Panel: Panel 5. Market-based instruments

Author:
Philippe Quirion, CIRED (CNRS/EHESS)

Abstract

We quantify the competitiveness impact from a unilateral implementation of the European Commission (COM(2001)581) allowance trading Directive proposal for the iron and steel industry. This sector is arguably the most sensitive among those covered by the proposal, since it is both highly CO2-intensive and relatively open to international trade.

Uncertainty on the costs of climate change mitigation is very high and the wide gap among results from applied models is not well understood. Rather than building another complex model, we provide a simple and transparent partial equilibrium model of the steel market and we vary both economic parameters (abatement cost, import, export and demand elasticities) and policy variables (sector coverage, allocation method). We are able to determine what results are robust or sensitive to the different parameters. Although extremely simple, our model provides stimulating results for the ongoing negotiation of the allowance trading Directive proposal.

A first strong result is that competitiveness impacts are minor. This issue is thus not a rationale for blocking or watering down the Directive.
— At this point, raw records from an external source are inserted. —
def raised_cosine_edges(
    t_since_onset: np.ndarray | float, length_s: float, ramp_s: float, height: float = 1.0
) -> np.ndarray:
    """Window of a perturbation of ``length_s`` with raised-cosine edges of ``ramp_s`` each.

    ``height * (1 - cos(pi * e)) / 2`` with e = min(t, length_s - t) / ramp_s clipped to
    [0, 1]: 0 at both ends, ``height`` between the edges (a Tukey window; ``ramp_s`` 0 gives
    ``height`` throughout). Times in s; the result has the unit of ``height``.
    """
    t = np.asarray(t_since_onset, dtype=float)
    if ramp_s == 0:
        return np.full(np.shape(t), height)
    edge = np.clip(np.minimum(t, length_s - t) / ramp_s, 0.0, 1.0)
    return height * 0.5 * (1.0 - np.cos(np.pi * edge))


#: Where a campaign puts its relative walls (:func:`place_relative_walls`).
WALL_SIDES: tuple[str, ...] = ("toward", "away", "both", "as_drawn")


def place_relative_walls(
    schedule: PerturbationSchedule,
    motion: Callable[[int, float, float], float],
    side: str,
) -> PerturbationSchedule:
    """The schedule with its relative walls on the side the joint moves toward (or away from).

    Parameters
    ----------
    schedule : drawn schedule
    motion : ``(joint, onset_s, duration_s) -> displacement`` of the unperturbed motion over the
        wall's window (rad); only its sign is used: the direction the joint goes
    side : ``"toward"``: each relative wall sits ``|position|`` from the link's angle at onset
        in the direction it goes and blocks further motion that way; ``"away"``: as far on the
        other side, blocking a return; ``"both"``: toward when the drawn sign is +1, away when
        it is -1; ``"as_drawn"``: sign and position as drawn (campaigns stored before this
        setting)

    Notes
    -----
    The direction is that of the motion over the window rather than the velocity at onset: a
    joint that turns round just after the onset (near a turning point of the path) would
    otherwise get a wall on the side it leaves. A displacement of exactly 0 keeps the drawn
    sign. Walls with absolute positions are left as they are.
    """
    if side not in WALL_SIDES:
        raise InvalidInputError(f"side = {side!r}: expected one of {', '.join(WALL_SIDES)}")
    if side == "as_drawn":
        return schedule
    placed: list[Perturbation] = []
    for p in schedule.perturbations:
        if isinstance(p, Wall) and p.relative:
            moving = int(np.sign(motion(p.joint, p.onset_s, p.duration_s))) or p.sign
            toward = side == "toward" or (side == "both" and p.sign == 1)
            sign = moving if toward else -moving
            p = p.model_copy(update={"sign": sign, "position": sign * abs(p.position)})
        placed.append(p)
    return schedule.model_copy(update={"perturbations": placed})


class Uniform(BaseModel):
    """Uniform on [low, high]."""

    model_config = ConfigDict(extra="forbid", frozen=True)
    distribution: Literal["uniform"] = "uniform"
    low: float = Field(allow_inf_nan=False)
    high: float = Field(allow_inf_nan=False)

    @model_validator(mode="after")
    def _ordered(self) -> Uniform:
        if self.low > self.high:
            raise ValueError(f"low ({self.low}) is above high ({self.high})")
        return self

    def draw(self, rng: np.random.Generator, n: int) -> np.ndarray:
        return rng.uniform(self.low, self.high, n)


class LogUniform(BaseModel):
    """Log-uniform on [low, high], both positive: equal odds per decade."""

    model_config = ConfigDict(extra="forbid", frozen=True)
    distribution: Literal["log_uniform"] = "log_uniform"
    low: _Positive
    high: _Positive

    @model_validator(mode="after")
    def _ordered(self) -> LogUniform:
        if self.low > self.high:
            raise ValueError(f"low ({self.low}) is above high ({self.high})")
        return self

    def draw(self, rng: np.random.Generator, n: int) -> np.ndarray:
        return np.exp(rng.uniform(math.log(self.low), math.log(self.high), n))


class Normal(BaseModel):
    """Normal with ``mean`` and ``std``, redrawn outside [low, high] when given."""

    model_config = ConfigDict(extra="forbid", frozen=True)
    distribution: Literal["normal"] = "normal"
    mean: float = Field(allow_inf_nan=False)
    std: _NonNegative
    low: float = Field(-math.inf)
    high: float = Field(math.inf)

    @model_validator(mode="after")
    def _bounds_hold_mass(self) -> Normal:
        if not self.low < self.high or not self.low <= self.mean <= self.high:
            raise ValueError(
                f"need low < high and the mean inside: low={self.low}, mean={self.mean}, "
                f"high={self.high}"
            )
        return self

    def draw(self, rng: np.random.Generator, n: int) -> np.ndarray:
        values = rng.normal(self.mean, self.std, n)
        outside = (values < self.low) | (values > self.high)
        # the mean is inside, so rejection terminates; clip after many rounds to stay bounded
        for _ in range(100):
            if not outside.any():
                break
            values[outside] = rng.normal(self.mean, self.std, int(outside.sum()))
            outside = (values < self.low) | (values > self.high)
        return np.clip(values, self.low, self.high)


class Choice(BaseModel):
    """One of ``values`` with optional ``weights`` (normalised)."""

    model_config = ConfigDict(extra="forbid", frozen=True)
    distribution: Literal["choice"] = "choice"
    values: list[float] = Field(min_length=1)
    weights: list[_NonNegative] | None = None

    @model_validator(mode="after")
    def _weights_match(self) -> Choice:
        if self.weights is not None and (
            len(self.weights) != len(self.values) or sum(self.weights) <= 0
        ):
            raise ValueError(
                f"weights {self.weights} must match values {self.values} and sum above zero"
            )
        return self

    def draw(self, rng: np.random.Generator, n: int) -> np.ndarray:
        p = None if self.weights is None else np.asarray(self.weights) / sum(self.weights)
        return rng.choice(np.asarray(self.values, dtype=float), size=n, p=p)


class Fixed(BaseModel):
    """Always ``value``."""

    model_config = ConfigDict(extra="forbid", frozen=True)
    distribution: Literal["fixed"] = "fixed"
    value: float

    def draw(self, rng: np.random.Generator, n: int) -> np.ndarray:
        return np.full(n, self.value)


Distribution = Annotated[
    Uniform | LogUniform | Normal | Choice | Fixed, Field(discriminator="distribution")
]


class CampaignSpec(BaseModel):
    """Distributions a campaign draws its scenarios from.

    Each scenario gets ``perturbations_per_scenario`` perturbations; each perturbation draws its
    kind (weights ``kinds``), joint (uniform over ``joints``), onset, duration (per kind, else
    ``duration_s``), magnitude (per kind), sign (+1 with ``positive_sign_probability``) and any
    further field in ``fields[kind]`` (e.g. a wall's ``position``, a sinusoid's
    ``frequency_hz``). Fields not drawn keep the kind's default. A campaign then puts relative
    walls on the side ``wall_side`` of the motion (:func:`place_relative_walls`; the drawn
    position's magnitude is kept).
    """

    model_config = ConfigDict(extra="forbid", frozen=True)

    name: str = Field("campaign", min_length=1)
    kinds: dict[str, _Positive] = Field(min_length=1, description="Kind -> relative weight.")
    joints: list[_Joint] = Field([0], min_length=1)
    perturbations_per_scenario: int = Field(1, ge=0)
    onset_s: Distribution = Field(default_factory=lambda: Uniform(low=0.5, high=2.0))
    duration_s: dict[str, Distribution] = Field(
        default_factory=dict, description="Kind -> duration distribution, s."
    )
    magnitude: dict[str, Distribution] = Field(
        default_factory=dict, description="Kind -> magnitude distribution (the kind's unit)."
    )
    positive_sign_probability: float = Field(0.5, ge=0, le=1)
    fields: dict[str, dict[str, Distribution]] = Field(default_factory=dict)
    # Generalisation (compliant_demo.generalisation.draw_target): new goals and durations per
    # scenario. Left out of the JSON when not drawn, so nominal campaigns store what they did.
    goal_offset_rad: dict[_Joint, Distribution] = Field(
        default_factory=dict, description="Joint index -> offset added to its goal, rad.")
    duration_scale: Distribution | None = Field(
        default=None, description="Factor on the movement duration, 1; None = the setup's "
        "duration.")

    @model_validator(mode="after")
    def _duration_scale_positive(self) -> CampaignSpec:
        scale = self.duration_scale
        lowest = (None if scale is None else scale.value if isinstance(scale, Fixed)
                  else min(scale.values) if isinstance(scale, Choice) else scale.low)
        if lowest is not None and not lowest > 0:
            raise ValueError(f"duration_scale: can draw {lowest}; a duration scale must stay "
                             "above 0 (give a positive low)")
        return self

    @model_serializer(mode="wrap")
    def _drop_undrawn(self, handler: SerializerFunctionWrapHandler) -> dict[str, Any]:
        data = handler(self)
        if not self.goal_offset_rad:
            data.pop("goal_offset_rad", None)
        if self.duration_scale is None:
            data.pop("duration_scale", None)
        return data

    # walls and plant variation: where relative walls go, and model uncertainty
    wall_side: Literal["toward", "away", "both", "as_drawn"] = Field(
        default="toward",
        description="Side of the motion relative walls are put on (place_relative_walls).",
    )
    plant_variation: dict[str, Distribution] = Field(
        default_factory=dict,
        description="Plant parameter (PLANT_PARAMETERS) -> distribution of the factor on its "
                    "nominal value, 1 (compliant_demo.plant_variation); empty: the nominal plant.",
    )

    @model_validator(mode="after")
    def _names_known(self) -> CampaignSpec:
        for table in ("kinds", "duration_s", "magnitude", "fields"):
            for kind in getattr(self, table):
                if kind not in _MODELS:
                    raise ValueError(
                        f"{table} names {kind!r}, not a perturbation kind "
                        f"(known: {', '.join(PERTURBATION_KINDS)})"
                    )
        for kind, extra in self.fields.items():
            for name in extra:
                if name not in _MODELS[kind].model_fields or name in ("kind", "joint"):
                    raise ValueError(f"fields.{kind} names {name!r}, not a drawable field")
        for kind in self.magnitude:
            if "magnitude" not in _MODELS[kind].model_fields:
                raise ValueError(f"magnitude given for {kind!r}, which has no magnitude")
        for name, factor in self.plant_variation.items():
            if name not in PLANT_PARAMETERS:
                raise ValueError(f"plant_variation names {name!r}, not a plant parameter "
                                 f"(known: {', '.join(PLANT_PARAMETERS)})")
            if not _smallest(factor) > 0:
                raise ValueError(f"plant_variation.{name} can draw the factor "
                                 f"{_smallest(factor)}; factors must be > 0 (bound a normal "
                                 "with low)")
        return self


def _smallest(distribution: Uniform | LogUniform | Normal | Choice | Fixed) -> float:
    """The smallest value ``distribution`` can draw."""
    if isinstance(distribution, Choice):
        return min(distribution.values)
    if isinstance(distribution, Fixed):
        return distribution.value
    return distribution.low


def load_campaign_yaml(path: str | Path) -> CampaignSpec:
    """Load a :class:`CampaignSpec` from YAML (safe loading), optionally under key ``campaign``."""
    data = read_yaml(path)
    if isinstance(data, Mapping) and "campaign" in data:
        data = data["campaign"]
    if not isinstance(data, Mapping):
        raise InvalidInputError(f"{path}: expected a mapping, got {type(data).__name__}")
    if "kinds" not in data and ("perturbations" in data or "scenarios" in data):
        raise InvalidInputError(
            f"{path}: holds perturbation schedules, not a campaign spec (kinds, onset_s, "
            "duration_s, magnitude); a single schedule goes to `compliant-demo replay "
            "--schedule` (load_schedule_yaml)"
        )
    try:
        return CampaignSpec.model_validate(data)
    except ValidationError as exc:
        raise InvalidInputError(f"{path}: {validation_message(exc)}") from None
Furthermore, a number of amendments proposed to secure industry competitiveness may in fact harm it. First, output-based allocation, put forward by a number of industrial sectors, performs worse than grandfathering and most often worse than auctioning as regards the impact on profit. Second, the opt-out clause, also endorsed by a number of industry lobbies, could harm production and profit in the iron and steel sector by one percentage point, if applied to sectors in competition with steel.